Task statement | Where a line below holds the string "round", count it; then give the total without any other words.

┌──

def _key(
    ax, entries: list, loc: str, avoid: Sequence = (), fontsize: float = 7.0, alpha: float = 0.85
) -> None:
    """A legend as a few plain artists: a framed box of symbols and labels.

    Looks like ``ax.legend`` with matplotlib's default spacing (in font sizes: 0.4 inside the
    frame, symbols 2.0 long and 0.8 from their text, rows 0.5 apart, 0.5 from the axes edge),
    but a Legend re-lays out its box of packers on every draw, ~7 ms each. ``loc="best"``
    takes the first place (in the Legend's order) that covers the fewest ``avoid`` points.

    Parameters
    ----------
    ax : matplotlib.axes.Axes
        The panel (its limits are settled here when ``loc="best"``).
    entries : list of (str, str, dict)
        Label, symbol kind (``"patch"``, ``"line"`` or ``"marker"``) and its artist style.
    loc : str
        A legend location name, or ``"best"``.
    avoid : sequence of (float, float)
        Data points the key should not cover.
    fontsize : float
        Label size, points.
    alpha : float
        Opacity of the frame.
    """
    fig = ax.get_figure(root=True)
    renderer = fig.canvas.get_renderer()
    prop = FontProperties(size=fontsize)
    em = fontsize * fig.dpi / 72  # the legend's unit of spacing, pixels
    ascent, descent, _ = renderer._get_font_height_metrics(prop)
    if ascent is None:  # a font without metric tables: measure, as Text then does
        line = renderer.get_text_width_height_descent("lp", prop, False)[1]
    else:
        line = ascent + descent
    widths, heights = [], []
    for label, _, _ in entries:
        lines = label.split("\n")
        widths.append(max(renderer._text_width(t, prop) for t in lines))
        heights.append(max(line * (1 + 1.2 * (len(lines) - 1)), 0.7 * em))
    w = 0.8 * em + 2.8 * em + max(widths)
    h = 0.8 * em + sum(heights) + 0.5 * em * (len(entries) - 1)
    box = ax.bbox
    room_x, room_y = box.width - w - em, box.height - h - em

    def corner(place: str) -> tuple[float, float]:
        fx, fy = _KEY_PLACES[place]
        return box.x0 + 0.5 * em + fx * room_x, box.y0 + 0.5 * em + fy * room_y

    if loc == "best":
        ax.get_xlim(), ax.get_ylim()  # settle the autoscaled limits before mapping points
        pts = ax.transData.transform(np.asarray(avoid, float).reshape(-1, 2))
        covered = []
        for place in _KEY_PLACES:
            x0, y0 = corner(place)
            inside = (
                (pts[:, 0] >= x0)
                & (pts[:, 0] <= x0 + w)
                & (pts[:, 1] >= y0)
                & (pts[:, 1] <= y0 + h)
            )
            covered.append(int(inside.sum()))
        loc = list(_KEY_PLACES)[covered.index(min(covered))]
    x0, y0 = corner(loc)
    pixels = {"transform": IdentityTransform(), "clip_on": False, "zorder": 5}
    artists: list = [
        FancyBboxPatch(
            (x0, y0), w, h, boxstyle=f"round,pad=0,rounding_size={0.2 * em}", facecolor="white",
            edgecolor="0.8", alpha=alpha, lw=1.0, snap=True, **pixels,
        )
    ]  # fmt: skip
    top = y0 + h - 0.4 * em
    hx = x0 + 0.4 * em
    for (label, kind, style), row in zip(entries, heights, strict=True):
        yc = top - row / 2
        if kind == "patch":
            artists.append(
                Rectangle((hx, yc - 0.35 * em), 2 * em, 0.7 * em, lw=0, **style, **pixels)
            )
        elif kind == "line":
            artists.append(Line2D([hx, hx + 2 * em], [yc, yc], **style, **pixels))
        else:
            artists.append(Line2D([hx + em], [yc], ls="none", **style, **pixels))
        artists.append(
            Text(hx + 2.8 * em, yc, label, fontproperties=prop, va="center", ha="left", **pixels)
        )
        top -= row + 0.5 * em
    for artist in artists:
        ax.add_artist(artist)


def _trace_limits(ax, spans, views: list[_SweepView]) -> float | None:
    """Keep the passive responses readable: clip spikes (in-step or rebound); returns the cap.

    The top is a margin above the highest median level of any sweep before or during its
    step: a spiking sweep's median sits between its spikes, a subthreshold one's on its plateau.
    """
    lo, hi = min(s[0] for s in spans), max(s[1] for s in spans)
    levels = [m for v in views for m in _levels_mv(v)]
    if levels:
        top = max(levels)
        cap = top + max(0.15 * (top - lo), 8.0)
        if hi > cap:
            ax.set_ylim(lo - 0.04 * (cap - lo), cap)
            return cap
    pad = 0.04 * max(hi - lo, 1.0)
    ax.set_ylim(lo - pad, hi + pad)
    return None


def _levels_mv(v: _SweepView) -> list[float]:
    """Median voltage before and during the step (whole sweep when the step is unknown), mV.

    Each median is of at most ~2000 evenly spread samples: it only places the clip, and a full
    median costs more than the rest of the trace panel's arithmetic.
    """
    if v.sweep is None:
        return []
    volts = v.sweep.voltage
    if v.epoch is not None and v.epoch.usable and 0 < v.epoch.onset_index < v.epoch.offset_index:
        parts = [volts[: v.epoch.onset_index], volts[v.epoch.onset_index : v.epoch.offset_index]]
    else:
        parts = [volts]
    out = []
    for part in parts:
        part = part[:: 1 + part.size // 2048]
        part = part[np.isfinite(part)]
        if part.size:
            out.append(float(np.median(part)) * 1e3)
    return out


def _draw_colourbar(cax, views: list[_SweepView], cmap_name: str) -> None:
    """The step-current scale of the coloured sweeps, as an image in its fixed slot.

    A plain axes with a 256-row image: ``Figure.colorbar`` builds a new Colorbar (and its
    mesh) per figure, which cannot be kept from one cell to the next.
    """
    hyper = [v.step_a for v in views if _finite(v.step_a) and v.step_a < 0]
    if not any(_finite(v.step_a) and v.step_a < 0 and not v.excluded_because for v in views):
        return  # no sweep drawn in colour: the slot stays hidden
    norm = _step_norm(hyper)
    colours = matplotlib.colormaps[cmap_name](np.linspace(0, 0.9, 256))[:, None, :3]
    cax.set_visible(True)
    cax.imshow(
        colours, extent=(0.0, 1.0, norm.vmin, norm.vmax), origin="lower", aspect="auto",
        interpolation="nearest",
    )  # fmt: skip
    cax.set_ylim(norm.vmin, norm.vmax)
    cax.set_xticks([])
    steps = sorted({round(h * 1e12, 1) for h in hyper})
    if len(steps) <= 10:
        cax.set_yticks(steps, labels=[f"{x:.0f}" for x in steps])
    cax.set_ylabel("step current (pA)", fontsize=8)


def _points(ax, x, y, marker: str, area: float, face: Any, edge: Any, **kw: Any) -> None:
    """Markers of one style, as ``scatter(s=area)`` draws them, ~3 ms cheaper per call.

    One Line2D with markers and no line instead of a PathCollection: the same look for
    markers that all share one size and colour.
    """
    ax.plot(x, y, ls="none", marker=marker, ms=math.sqrt(area), mfc=face, mec=edge, mew=1.0, **kw)


def _draw_iv(ax, views: list[_SweepView], cell_fit: CellFit | None) -> None:
    ax.axhline(0, color="0.8", lw=0.8, zorder=0)
    ax.axvline(0, color="0.8", lw=0.8, zorder=0)
    ax.set_xlabel("step current (pA)")
    ax.set_ylabel("ΔV from baseline (mV)")
    _title(ax, "I-V: steady state ● and peak ▲")
    points = [v for v in views if v.fit is not None and _finite(v.step_a)]
    n_drawn = 0
    for key, colour, marker in (("ss_dv", SS_COLOUR, "o"), ("peak_dv", PEAK_COLOUR, "^")):
        for used in (True, False):
            sel = [v for v in points if v.used == used and _finite(getattr(v.fit, key))]
            if not sel:
                continue
            x = [v.step_a * 1e12 for v in sel]
            y = [getattr(v.fit, key) * 1e3 for v in sel]
            face = colour if used else "none"
            edge = colour if used else EXCLUDED_COLOUR
            _points(ax, x, y, marker, 28, face, edge, zorder=3)
            n_drawn += len(sel)
    if n_drawn == 0:
        _note(ax, "no steady-state or peak deflections were measured")
        return
    _draw_iv_fit(ax, points, cell_fit)


def _iv_offset_v(points: list[_SweepView], intercept_v: float) -> float:
    """The fit line's value at zero current on the ΔV axis.

    ``iv_intercept_v`` is the membrane potential at zero step current (the fitter gives the
    mean baseline of its sweeps); the plot shows deflections from each sweep's baseline, so the
    line starts at the intercept minus the mean baseline of the sweeps used.
    """
    base = [v.fit.baseline_v for v in points if v.used and _finite(v.fit.baseline_v)]
    if not base:
        return intercept_v if abs(intercept_v) < 5e-3 else 0.0
    return intercept_v - float(np.mean(base))


def _draw_iv_fit(ax, points: list[_SweepView], cell_fit: CellFit | None) -> None:
    f = cell_fit
    if f is None or not (_finite(f.iv_slope_ohm) and _finite(f.iv_intercept_v)):
        ax.text(0.03, 0.95, "no I-V fit", transform=ax.transAxes, va="top", color=MISSING_COLOUR)
        return
    xs = [v.step_a for v in points if v.used] or [v.step_a for v in points]
    curved = f.rin_method in ("quadratic", "cubic")
    # a bent V-I relation: Rin is the curve's slope at rest, drawn as its tangent near zero
    # current only (over the whole range it would miss the far points it was never meant to meet)
    reach = 0.5 if curved else 1.0
    x = np.linspace(min(min(xs), 0.0) * reach, max(max(xs), 0.0) * reach, 50)
    b, slope = _iv_offset_v(points, f.iv_intercept_v), f.iv_slope_ohm
    lo, hi = f.rin_ci_ohm
    entries: list = []
    avoid = [  # what the key should not cover: the points, the line and its band
        (v.step_a * 1e12, getattr(v.fit, k) * 1e3)
        for v in points
        for k in ("ss_dv", "peak_dv")
        if _finite(getattr(v.fit, k))
    ]
    if _finite(lo) and _finite(hi) and _finite(f.rin_ohm):
        # the slope's 95% band: Rin's interval moved onto the slope (slope = Rin + bridge error)
        y1 = (b + (slope + lo - f.rin_ohm) * x) * 1e3
        y2 = (b + (slope + hi - f.rin_ohm) * x) * 1e3
        ax.fill_between(x * 1e12, y1, y2, color=FIT_COLOUR, alpha=0.15, lw=0)
        entries.append(("95% interval", "patch", {"facecolor": FIT_COLOUR, "alpha": 0.15}))
        avoid += [*np.column_stack([x * 1e12, y1]), *np.column_stack([x * 1e12, y2])]
    label = f"steady-state fit: {slope / 1e6:.0f} MΩ"
    if curved:
        label = f"slope at 0 pA ({f.rin_method} fit): {slope / 1e6:.0f} MΩ"
    if _finite(f.bridge_error_ohm) and f.bridge_error_ohm != 0 and _finite(f.rin_ohm):
        label += (
            f"\n(Rin {f.rin_ohm / 1e6:.0f} MΩ after {f.bridge_error_ohm / 1e6:.1f} MΩ bridge error)"
        )
    ax.plot(x * 1e12, (b + slope * x) * 1e3, color=FIT_COLOUR, lw=1.2)
    entries.append((label, "line", {"color": FIT_COLOUR, "lw": 1.2}))
    entries.append(("not used in the fit", "marker", _HOLLOW))
    avoid += [*np.column_stack([x * 1e12, (b + slope * x) * 1e3])]
    _key(ax, entries, "best", avoid)


_RESID_FIRST_BIN_S = 5e-4  # the fitter's bin width: the start of the charging curve as it saw it
_RESID_BIN_GROWTH = 0.03  # later bins are 3 % of their time from the fit start


def residual_bins(n: int, rate: float) -> np.ndarray:
    """Edges (sample indices) of bins that widen with time from the fit start.

    The first bins are 0.5 ms wide, as the fitter bins the trace; from ~17 ms on each is 3 % of
    its time from the fit start. Misfit of a charging curve shows at its start (a faster,
    dendritic component) and as a slow trend later; wide late bins average out noise and mains
    hum, so both read at a glance, with ~170 points per second of fit instead of 2000.

    Parameters
    ----------
    n : int
        Samples in the fit window.
    rate : float
        Sampling rate, Hz.

    Returns
    -------
    numpy.ndarray
        Increasing edges from 0 to ``n``; every bin holds at least one first-bin width of
        samples, except when ``n`` itself is shorter.
    """
    first = max(1, round(_RESID_FIRST_BIN_S * rate))
    edges = [0]
    while edges[-1] < n:
        edges.append(edges[-1] + max(first, round(_RESID_BIN_GROWTH * edges[-1])))
    edges[-1] = n
    if len(edges) > 2 and edges[-1] - edges[-2] < first:
        del edges[-2]  # a short last bin joins the one before it
    return np.asarray(edges)


def _as_fitted(v: _SweepView, hum_harmonics: int | None) -> np.ndarray:
    """The sweep's voltage as the fitter measured it (V): with the mains hum removed by the
    fitter's own :func:`~pipeline.fitters.sweep.remove_hum_where_flat`, from the sweep's step
    onset and steady-state window. Unchanged with ``hum_harmonics`` None or when those windows
    are unknown."""
    volts = v.sweep.voltage
    if not hum_harmonics or v.epoch is None or not v.epoch.usable or v.fit is None:
        return volts
    rate, (ss0, ss1), on = v.sweep.rate, v.fit.ss_window, v.epoch.onset_index
    if not (_finite(ss0) and _finite(ss1)):
        return volts
    ss = (round(ss0 * rate), round(ss1 * rate))
    if not (0 < on <= ss[0] < ss[1] <= volts.size):
        return volts
    return remove_hum_where_flat(volts, rate, on, ss, hum_harmonics)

└──

Task result | 5